I’ve likely already gone on in these pages about how, consistently, year in and year out, my success rate with hypotheses, with theoretical ideas, runs right at about one percent. “Getting cured”, as they say in the oil patch, will thus require a lot of drilling.
I reminisce with some nostalgia back to the first hypothesis that I can count as a credible idea. In February 1989, an article was published in Nature describing the unambiguous detection of a new pulsar at the exact location of Supernova 1987a in the Large Magellanic Cloud. Shining at 18th magnitude, the freshly squeezed neutron star was consistently detected in optical light over the course of a seven-hour observation, and amazingly, the pulse rate was clocked at nearly 2000 times per second. The signal varied sinusoidally during the course of the night, moreover, in a matter that suggested that a Jupiter-mass object could be orbiting a mere million kilometers above the surface of the newborn neutron star. I still have a faded-toner xerox of the article, covered with scribbled notes and feverish florescent highlighter underscores.
By fortuitous coincidence, when the pulsar discovery was announced, I was enrolled in Stan Woosley’s graduate course on the evolution of massive stars, and so I could feel a tangible excitement, a thrilling shade of cousin-once-removed connection to real scientific action.
And mysteriously, after the initial night of observation, there was zero further sign of the pulsar. Independent groups of observers searched for it and could not find it. Perhaps, went the conventional best guess, perhaps it had been caught shining through a lucky transient window in the debris from the explosion? Or perhaps (and I believe this was Stan’s take) it was an artifact of the detector?
Naw. Those suggestions seemed hopelessly pedestrian. They lacked imagination. Clearly, if an article had been published in Nature, then the observers knew what they were doing. The possibility of error seemed entirely remote. I was seized by the fact that a neutron star spinning at 2000 times per second would be rotating at very close to its breakup velocity. Moreover, that possible Jupiter-mass companion could be the product of a fission event in a proto-neutron star that was born spinning too fast. My mind raced. A fission event would leave the larger remnant spinning very close to breakup, Maybe the resulting primary object was teetering right at the limit of the maximum neutron star mass. Maybe in the weeks following the one-night observation, it had shed enough angular momentum via gravitational radiation so that the centrifugal pressure from rotation sufficed in the face of self-gravity. I had it! The neutron star was no longer radiating because it was no longer there… it had collapsed into a black hole!

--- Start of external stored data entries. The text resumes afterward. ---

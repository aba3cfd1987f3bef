import { useId } from 'react';
import { buttonStyles } from '@/components/ui/button';
import { n, plural, type ImportReport, type Mode } from './import-client';

export function ImportSummary({ report }: { report: ImportReport }) {
  const figures = [
    { label: 'Rows', value: n(report.total_rows) },
    { label: 'Valid rows', value: n(report.valid_rows) },
    { label: 'Rows with problems', value: n(report.invalid_rows), warn: report.invalid_rows > 0 },
  ];
  return (
    <div data-testid="import-summary" className="flex flex-col gap-2">
      <p className="text-sm text-ink-soft">
        File: <span className="font-semibold text-ink">{report.file_name}</span>
      </p>
      <dl className="grid grid-cols-3 gap-3">
        {figures.map((f) => (
          <div key={f.label} className="rounded-md bg-paper px-3 py-2">
            <dt className="text-xs font-semibold text-ink-muted">{f.label}</dt>
            <dd className={`num text-xl font-semibold ${f.warn ? 'text-flare-700' : 'text-ink'}`}>{f.value}</dd>
          </div>
        ))}
      </dl>
    </div>
  );
}

export function ImportActions({ report, busy, onImport, onChooseAnother }: {
  report: ImportReport;
  busy: Mode | null;
  onImport: (mode: Mode) => void;
  onChooseAnother: () => void;
}) {
  const validNoteId = useId();
  const allNoteId = useId();
  const valid = report.valid_rows;
  const bad = report.invalid_rows;
  const clean = report.problems.length === 0 && report.total_rows > 0;
  const validNote =
    valid === 0
      ? 'No row is valid yet, so there is nothing to import: fix the problems below and choose the file again.'
      : `${validButton(valid)} writes ${plural(valid, 'valid row')}${bad > 0 ? ` and skips ${plural(bad, 'row')} with problems` : ''}.`;
  const allNote = clean
    ? `${allButton(report.total_rows)} writes every row in one go, or none if the write fails.`
    : `${allButton(report.total_rows)} writes every row or none, so it is unavailable while ${plural(bad, 'row')} ${bad === 1 ? 'has' : 'have'} problems.`;
  return (
    <div className="flex flex-col gap-2">
      <div className="flex flex-wrap items-center gap-3">
        <button type="button" disabled={busy !== null || valid === 0} aria-describedby={validNoteId} onClick={() => onImport('valid-only')} className={buttonStyles.primary}>
          {busy === 'valid-only' ? 'Importing…' : validButton(valid)}
        </button>
        <button
          type="button"
          disabled={busy !== null || !clean}
          aria-describedby={allNoteId}
          onClick={() => onImport('all-or-nothing')}
          className={buttonStyles.quiet}
        >
          {busy === 'all-or-nothing' ? 'Importing…' : allButton(report.total_rows)}
        </button>
        <button type="button" disabled={busy !== null} onClick={onChooseAnother} className={buttonStyles.quiet}>
          Choose another file
        </button>
      </div>
      <ul className="flex flex-col gap-1 text-xs text-ink-muted" data-testid="import-button-notes">
        <li id={validNoteId}>{validNote}</li>
        <li id={allNoteId}>{allNote}</li>
      </ul>
    </div>
  );
}

function validButton(valid: number): string {
  return `Import the ${valid} valid ${valid === 1 ? 'row' : 'rows'}`;
}

function allButton(total: number): string {
  return `Import all ${total} ${total === 1 ? 'row' : 'rows'}`;
}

I dove headlong into the theory of the neutron star equation of state. I was neither equipped nor qualified to understand the details of the literature, but it was possible to shard off some order-of-magnitude rules of thumb. I showed my formula-scribbled sheets to Stan, “This has got to be it!”
I have to say, Stan handled it just right — no patronizing over-praise, but also no outright dismissal. I think his words were something to the effect that every theorist is allowed one wild idea (but not two).
Fast-forwarding to February 1991, my focus had shifted almost entirely to trying to front a Skinny-Puppy style dance-Industrial band, and I was barely even attending to my studies. I don’t think I was even aware of the discovery that that pulsar signal was, in actuality, just a subtly shifting flicker from the closed-circuit television camera attached to the Cassegrain focus of the four-meter telescope at the Cerro Tololo lnteramerican Observatory.